What’s good for the community is good for business
By Georgia Humanities Staff
An eighteen-hour day and a six-day workweek was the norm for Fuller E. Callaway. The subject of a new book—Fuller E. Callaway: Portrait of a New South Citizen—written by Buckner F. Melton Jr. and Carol Willcox Melton and copublished by Georgia Humanities, Callaway was a son of Troup County and a self-made man.
He began his career as the proprietor of the Famous and Mammoth Five-and-Ten Cent Store in LaGrange and went on to amass a network of west Georgia textile mills and other businesses. He was universally known, and admired, for the benefits he extended to his mill employees and their families.
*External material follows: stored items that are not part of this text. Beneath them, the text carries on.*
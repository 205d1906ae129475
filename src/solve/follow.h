/* follow.h - whether effects follow the turn of the weights, in words. */
#ifndef LOPSIDE_SOLVE_FOLLOW_H
#define LOPSIDE_SOLVE_FOLLOW_H

#include <stdbool.h>
#include <stddef.h>

#include "solve/advice.h"
#include "solve/model.h"

/* Turn of a plane's effect against the turn of its weight, in one row: caution at 3 standard
 * errors, refused at 6 if they are 20 deg apart as well, since the sign of the answer hangs on it.
 * In order without a figure (value NaN) where the trials stand so that a mirror could not be seen.
 * False: no two trials. */
bool follow_row(const struct model *model, const struct model_row *row, size_t plane,
                struct advice_finding *finding);

/* The worst of them over all rows. */
bool follow_worst(const struct model *model, size_t plane, struct advice_finding *finding);

#endif
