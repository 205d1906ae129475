#include "solve/lighter.h"

#include <math.h>
#include <stdlib.h>

#include "base/angle.h"
#include "solve/oppose.h"

/* Of the nodes of the search proper: what is found only stands beside it. */
#define NODES 400000L
#define NODES_NARROW 100000L

bool lighter_wanted(const struct answer *a, const struct place_choice *choice, size_t plane)
{
    size_t pieces = 0;
    for (size_t i = 0; i < choice->count; i++)
        pieces += choice->items[i].plane == plane ? choice->items[i].piece_count : 0;
    return oppose_on(choice, plane) ||
           (pieces > 1 && oppose_mass(choice, plane) > LIGHTER_MASS * cabs(a->weights[plane]));
}

static double mass_of(const struct answer *a, const struct place_choice *choice)
{
    double mass = 0;
    for (size_t p = 0; p < a->planes; p++)
        mass += oppose_mass(choice, p);
    return mass;
}

/* Narrows the planes where pieces still stand too far apart; false: none. */
static bool narrow(const struct answer *a, const struct place_choice *choice, bool first,
                   struct menu_arc *arc)
{
    bool more = false;
    for (size_t p = 0; p < a->planes; p++) {
        double sign = a->model->job->planes[p].work == WORK_REMOVE ? -1 : 1;
        if (arc[p].half_deg < 180 || !(first ? lighter_wanted(a, choice, p) : oppose_on(choice, p)))
            continue;
        arc[p] = (struct menu_arc){angle_of(sign * a->weights[p]), OPPOSE_APART_DEG / 2};
        more = true;
    }
    return more;
}

/* Whether `other` is to be preferred to what is held: see lighter_find. */
static bool better(const struct answer *a, const struct place_choice *other)
{
    const struct place_choice *held = &a->unopposed.best;
    double most = a->placement.best.objective + answer_noise(a, a->placed_weights);
    if (other->count == 0 || !(other->objective <= most))
        return false;
    return !(held->objective <= most) || mass_of(a, other) < mass_of(a, held) * (1 - 1e-9);
}

static int try_narrower(struct answer *a, struct menu_arc *arc, double half_deg)
{
    struct place_result found;
    bool done = false;
    for (size_t p = 0; p < a->planes; p++)
        arc[p].half_deg = arc[p].half_deg < 180 ? half_deg : 180;
    int result = answer_search(a, arc, NODES_NARROW, &found, &done);
    if (result != ANSWER_OK || !done)
        return result;
    if (better(a, &found.best)) {
        place_release(&a->unopposed);
        a->unopposed = found;
    } else {
        place_release(&found);
    }
    return result;
}

int lighter_find(struct answer *a)
{
    struct menu_arc *arc = calloc(a->planes + 1, sizeof *arc);
    const struct place_choice *best = &a->placement.best;
    bool done = false;
    int result = arc ? ANSWER_OK : ANSWER_NO_MEMORY;
    for (size_t p = 0; p < a->planes && result == ANSWER_OK; p++)
        arc[p].half_deg = 180;
    while (answer_helps(a) && !a->static_only && result == ANSWER_OK &&
           narrow(a, done ? &a->unopposed.best : best, !done, arc)) {
        a->opposed = true;
        if (done)
            place_release(&a->unopposed);
        result = answer_search(a, arc, NODES, &a->unopposed, &done);
    }
    for (double half = 45; half >= 30 && done && result == ANSWER_OK; half -= 15)
        result = try_narrower(a, arc, half);
    a->has_unopposed =
        done && a->unopposed.best.count > 0 && !oppose_same(&a->unopposed.best, best);
    free(arc);
    return result;
}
As the post–Civil War South transitioned from an agrarian society to one focused on industrial development, entrepreneurship like Callaway’s gave rise to the truism that what’s good for the community is good for business. The climate of creativity and investment in community that characterized Callaway’s New South business model still exists in west Georgia.
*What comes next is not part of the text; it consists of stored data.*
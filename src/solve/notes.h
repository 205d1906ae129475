/* notes.h - findings beside the answer: stored responses, runout, a prediction that came true or
 * not, vibration zones. Each gives false where there is nothing to say. */
#ifndef LOPSIDE_SOLVE_NOTES_H
#define LOPSIDE_SOLVE_NOTES_H

#include <stdbool.h>
#include <stddef.h>

#include "solve/advice.h"
#include "solve/answer.h"
#include "solve/slope.h"

/* `response-changed`: the stored responses of a row against its runs. */
bool notes_stored(const struct model *model, const struct model_row *row,
                  struct advice_finding *finding);

/* `removed-stays`: a run drilled or ground material off that `mounted` does not list; the answer
 * takes it as put back. */
bool notes_removed(const struct job *job, struct advice_finding *finding);

/* `runout`: the slow-roll vector that is taken off the readings of a sensor; a refusal (a caution
 * outside of the aim) where it is missing. */
bool notes_runout(const struct model *model, size_t sensor, struct advice_finding *finding);

/* The next step where the slow-roll vector of `row` is missing (row->unrolled). */
void notes_runout_step(const struct model *model, const struct model_row *row,
                       struct advice_next *next);

/* `target-missed`: the worst forecast of the aim whose expected amplitude is above its target.
 * False: none is. Needs outlook_fill. */
bool notes_target(const struct answer *answer, struct advice_finding *finding);

/* `prediction`: a row's reading of run `run` lies `se` standard errors from what was predicted. */
void notes_prediction(const struct model *model, const struct model_row *row, size_t run, double se,
                      struct advice_finding *finding);

/* `speed-corrected`: readings brought to one speed by the slope within the runs. */
void notes_speed(const struct job *job, const struct slope_match *match,
                 struct advice_finding *finding);

/* `zone`: where the sensor's vibration lies, and where it is expected after. */
bool notes_zone(const struct answer *answer, const struct answer_forecast *forecast,
                struct advice_finding *finding);

/* The caution `response-turned`: from one condition to another, at speeds that are equal within 2
 * %, the response of a plane turns by more than 90 deg at two sensors and more, at all of them that
 * tell, alike within 30 deg. The first such pair. */
bool notes_turned(const struct model *model, size_t plane, struct advice_finding *finding);

#endif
Funded by Georgia Humanities grants, the Randolph County Chamber of Commerce and the Troup County Historical Society each partnered with other local organizations to invest in community development via heritage tourism. Creating a series of driving tours and a digital app, respectively, the organizations focused on making area historic sites accessible to locals and visitors alike.
Tourism and community pride are inextricably linked for Patricia Goodman, president of the Randolph County Chamber of Commerce, and the many volunteers who joined forces to create three driving tours of notable Randolph County locales. Truly by the community for the community, the project drew together a range of volunteer writers and researchers, including Karan Pittman, Andrew College Librarian and Randolph County Historian; Frances Messer, immediate past president of the Randolph County Historical Society; Ann Bynum, retired; Mary Jane Salter, Andrew College Alumni Chair; and the River Valley Regional Commission, which provided maps for the tours.
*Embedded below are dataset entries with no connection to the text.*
/* place_branch.h - branch and bound over placements with at most so many pieces a plane.
 *
 * Planes with a stock come first and are settled one after another. For the plane at hand the relaxation
 * of what is left gives a point w^, a slope g and a stiffness s with
 *     J >= c + 2 Re(conj(g) (W - w^)) + s |W - w^|^2      for every W on this plane,
 * so its sums are taken nearest first, out of trees of part sums, until the bound passes the best known.
 * Then the planes with any mass: the relaxation is split on whether a position is used.
 */
#ifndef LOPSIDE_SOLVE_PLACE_BRANCH_H
#define LOPSIDE_SOLVE_PLACE_BRANCH_H

#include "solve/place.h"
#include "solve/place_form.h"
#include "solve/place_region.h"
#include "solve/place_sums.h"

#define PLACE_KEPT 3 /* the best and the two next best */

enum place_kind { PLACE_PIECES, PLACE_POSITIONS, PLACE_ANYWHERE };

/* What stands on one plane: items rising; unused ones PLACE_NO_ITEM. */
struct place_load {
    double complex w;
    uint32_t item[PLACE_PIECES_MOST]; /* PIECES: position*stock+piece; POSITIONS: position; ANYWHERE: 0 */
    double mass[PLACE_PIECES_MOST];
};

struct place_found {
    double value;
    int pieces, largest; /* in all; on one plane */
    struct place_load *load; /* planes, in the order of the hunt; owned */
};

struct place_site { /* one plane that has any influence */
    enum place_kind kind;
    size_t plane;            /* in the problem */
    size_t positions;
    double complex *e;       /* positions unit vectors with the plane's sign; owned */
    struct place_stock stock;
    double cap, total;       /* finite limits of the continuous masses: at one position, of all */
    double *caps;            /* positions, what each may still take; finite; owned */
    int pieces;              /* now allowed */
    struct place_region region;
    struct place_sums parts[2]; /* by depth: large and small */
    size_t part_count;       /* trees whose points are added */
    unsigned char part[PLACE_PIECES_MOST]; /* which of parts */
    unsigned char *state;    /* POSITIONS: open, in, out; owned */
};

struct place_hunt {
    size_t sites;
    struct place_site *site;    /* PIECES first, then POSITIONS, then ANYWHERE; owned */
    struct place_form form;     /* of the sites, in their order */
    double norm;                /* J of nothing added, > 0 */
    bool fine;                  /* sums so dense or continuous that 1e-9 norm counts as equal */
    long nodes;                 /* left */
    double lost;                /* least bound of what was left unexplored; INFINITY: all was explored */
    struct place_found kept[PLACE_KEPT];
    size_t count;
    struct place_load *load;    /* of the sites settled so far; owned */
};

/* Improves hunt->kept (which holds valid placements) over all placements allowed by the sites' present
 * `pieces`. Sets lost. Returns 0, or -1 when memory is short. */
int place_branch(struct place_hunt *hunt) __attribute__((warn_unused_result));

#endif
Goodman and her volunteers are all motivated by a love of history and a desire to share it with others. In a celebration of local pride, according to Goodman, “Hundreds of folks were present, both local and from all over the state” at the grand opening of the Randolph County Welcome Center and debut of a Cuthbert, Georgia, driving tour. A countywide tour is still in the works, but the project is already paying dividends: people from neighboring counties have reached out to Goodman for advice on creating similar tours for their own communities.
For the Troup County Historical Society, too, having a growth-oriented mindset involves acknowledging local history. Reaching new people in a new way was a priority for former director Kaye Lanning Minchew (retired) and the staff—Shannon Johnson, assistant director and archivist of Troup County Archives; Cindy Pendleton, archives office manager; Clark Johnson, Troup County historian, and others—who worked with the Downtown LaGrange Development Authority and the LaGrange Troup County Bureau of Tourism to produce a digital app. With its app, LaGrange: Downtown Walking Tour, the organization takes its collection of historic photographs to the street—literally—leading users through the downtown area, coupling current images with historic photos and brief histories of featured sites, including Callaway’s Hills and Dales Estate.
Encouragement of local pride notwithstanding, everyone agrees: the most exciting part of recognizing and preserving a community’s past is sharing it with others who want to invest in it, too.